* Data section

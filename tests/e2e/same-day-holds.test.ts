// Same-day holds (R18, docs/care-rules.md) end to end at 360 px: a molt tapped with no signal
// withdraws the feed task at once and shows the hold; the animal page and the insights agree with
// the round; a do-not-feed handover note withdraws the helper's feed task.
import { eq } from 'drizzle-orm';
import type { Page } from 'playwright-core';
import { describe, expect, it } from 'vitest';
import { addDays, localDateOf } from '#shared/domain/local-dates';
import { animals } from '../../server/db/schema/animals';
import { demoCollectionId } from '../../server/seed/demo';
import { cutNetwork, restoreNetwork, underServiceWorker } from '../chromium';
import {
  expectAccessible,
  phonePage,
  screenshot,
  signInAsDemo,
  startDemoHelpersCover,
  useE2e,
} from './support';

const env = useE2e();
const ZONE = 'America/Toronto';
const item = (page: Page, name: string) =>
  page.getByRole('article', { name: new RegExp(`^${name},`) });
const syncStatus = (page: Page) =>
  page
    .getByRole('status')
    .filter({ hasText: /saved|waiting|Saving|attention/ })
    .first()
    .innerText();

/** The animal's page, reached through the app as a keeper would (offline: the phone's copy). */
async function openAnimal(page: Page, name: string) {
  await page.getByRole('link', { name: 'Animals', exact: true }).click();
  await page.getByRole('heading', { name: 'Animals', level: 1 }).waitFor();
  await page.getByLabel('Find', { exact: true }).fill(name);
  await page
    .getByRole('link', { name: new RegExp(`^${name}\\b`) })
    .first()
    .click();
}

describe('a hold that begins during the day', () => {
  it('Molted offline withdraws the feed task, the molt is completed on the card, and the animal page and insights agree', async () => {
    const { context, page, consoleErrors } = await phonePage(env.browser);
    await signInAsDemo(page, env.server.baseUrl, 'owner@northlight.test');
    await underServiceWorker(page);
    // The phone keeps its copy of the animal list once it has loaded it (a few seconds after
    // start): open the list once while online, as a keeper's phone would have.
    await page.getByRole('link', { name: 'Animals', exact: true }).click();
    await page.getByLabel('Find', { exact: true }).waitFor();
    await page.getByRole('link', { name: 'Today', exact: true }).click();
    // Dusty is an adult carried over from yesterday, due for food in the demo.
    const dusty = item(page, 'Dusty');
    await dusty.waitFor();
    expect(await dusty.innerText()).toMatch(/Feed ·/);
    await expect.poll(() => syncStatus(page)).toMatch(/All saved/);

    await cutNetwork(context);
    await dusty.getByRole('button', { name: 'More…' }).click();
    await dusty.getByRole('button', { name: 'Molted', exact: true }).click();
    // The feed task is withdrawn in the same write as the tap, with the hold's end in its place.
    await expect
      .poll(() => dusty.innerText())
      .toMatch(/Feed · withdrawn\s+Molted today \(\d\d:\d\d\): no food until \d+ \w{3}\./);
    expect(await dusty.getByRole('button', { name: 'Ate', exact: true }).count()).toBe(0);
    // One molt, one record: the card offers to complete it.
    const prompt = dusty.getByRole('form', {
      name: 'Complete the molt of' + ` ${Number(localDateOf(new Date(), ZONE).slice(8))}`,
      exact: false,
    });
    await prompt.getByLabel('Size after (mm)').fill('48');
    await prompt.getByRole('button', { name: 'Save the molt’s details' }).click();
    await expect.poll(() => prompt.count()).toBe(0);
    await screenshot(page, 'same-day-01-molted-offline');
    await expectAccessible(page, 'today with a withdrawn task');

    // A deliberate second step before feeding a held animal (the More panel is still open).
    expect(await dusty.getByRole('button', { name: 'Molted', exact: true }).count()).toBe(0);
    await dusty.getByRole('button', { name: 'Ate anyway…' }).click();
    const confirm = dusty.getByRole('alertdialog', { name: 'Food is held back' });
    expect(await confirm.innerText()).toMatch(/Molted today/);
    await screenshot(page, 'same-day-02-held-meal-confirm');
    await confirm.getByRole('button', { name: 'Cancel' }).click();

    // The animal page, still offline, says what the round says.
    await openAnimal(page, 'Dusty');
    const schedule = page.getByRole('region', { name: 'Schedule' });
    // A cold start of the app with no signal: the session check waits for its time-out first.
    await schedule.waitFor({ timeout: 60_000 });
    await expect
      .poll(() => schedule.innerText())
      .toMatch(/Molted today \(\d\d:\d\d\): no food until/);
    await screenshot(page, 'same-day-03-animal-page-offline');

    await restoreNetwork(context);
    await expect.poll(() => syncStatus(page), { timeout: 20_000 }).toMatch(/All saved/);
    // After the sync the server's next meal is the day the hold on the card ends.
    await expect
      .poll(() => schedule.innerText(), { timeout: 15_000 })
      .toMatch(/no food until (\d+ \w{3})\.[\s\S]*Next meal\s+\1/);
    const collectionId = (await demoCollectionId(env.server.ctx.database.db))!;
    const [row] = await env.server.ctx.database.db
      .select({ sizeMm: animals.sizeMm })
      .from(animals)
      .where(eq(animals.name, 'Dusty'));
    expect(row!.sizeMm).toBe(48);

    // Bramble is flagged "possible premolt" in the demo; once she molts, insights drop her.
    await page.getByRole('link', { name: 'Today', exact: true }).click();
    const bramble = item(page, 'Bramble');
    await bramble.getByRole('button', { name: 'More…' }).click();
    await bramble.getByRole('button', { name: 'Molted', exact: true }).click();
    await expect.poll(() => bramble.innerText()).not.toMatch(/possible premolt/);
    await page.goto(`${env.server.baseUrl}/breeding`);
    const premolts = page.getByRole('region', { name: 'Possible premolts' });
    await expect.poll(() => premolts.innerText()).not.toMatch(/Bramble/);
    expect(collectionId).toBeTruthy();
    expect(
      consoleErrors.filter((e) => !/ERR_INTERNET_DISCONNECTED|Failed to load resource/.test(e)),
    ).toEqual([]);
    await context.close();
  });

  it('a do-not-feed handover note withdraws the helper’s feed task', async () => {
    const db = env.server.ctx.database.db;
    await startDemoHelpersCover(env.server);
    const owner = await phonePage(env.browser);
    await signInAsDemo(owner.page, env.server.baseUrl, 'owner@northlight.test');
    const collectionId = (await demoCollectionId(db))!;
    const [ember] = await db
      .select({ id: animals.id })
      .from(animals)
      .where(eq(animals.name, 'Ember'));
    const until = addDays(localDateOf(new Date(), ZONE), 3);
    const status = await owner.page.evaluate(
      async ({ collectionId, animalId, until }) =>
        (
          await fetch(`/api/collections/${collectionId}/handover/notes`, {
            method: 'POST',
            headers: { 'Content-Type': 'application/json', 'X-Rackside-Client': '1' },
            body: JSON.stringify({
              animalId,
              text: 'Looks dark: likely premolt.',
              until,
              doNotFeed: true,
            }),
          })
        ).status,
      { collectionId, animalId: ember!.id, until },
    );
    expect(status).toBe(201);
    await owner.context.close();

    const { context, page } = await phonePage(env.browser);
    await signInAsDemo(page, env.server.baseUrl, 'helper@northlight.test');
    const card = item(page, 'Ember');
    await card.waitFor();
    await expect
      .poll(() => card.innerText())
      .toMatch(/Feed · withdrawn\s+Handover note: do not feed through \d+ \w{3}\./);
    expect(await card.getByRole('button', { name: 'Ate', exact: true }).count()).toBe(0);
    await screenshot(page, 'same-day-04-helper-note-hold');
    await expectAccessible(page, 'helper round with a withdrawn task');
    await context.close();
  });
});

* Your objective
Using the records above, list each line that includes "through".

* Answer space
/** The animal's page, reached through the app as a keeper would (offline: the phone's copy). */
      .toMatch(/Feed · withdrawn\s+Handover note: do not feed through \d+ \w{3}\./);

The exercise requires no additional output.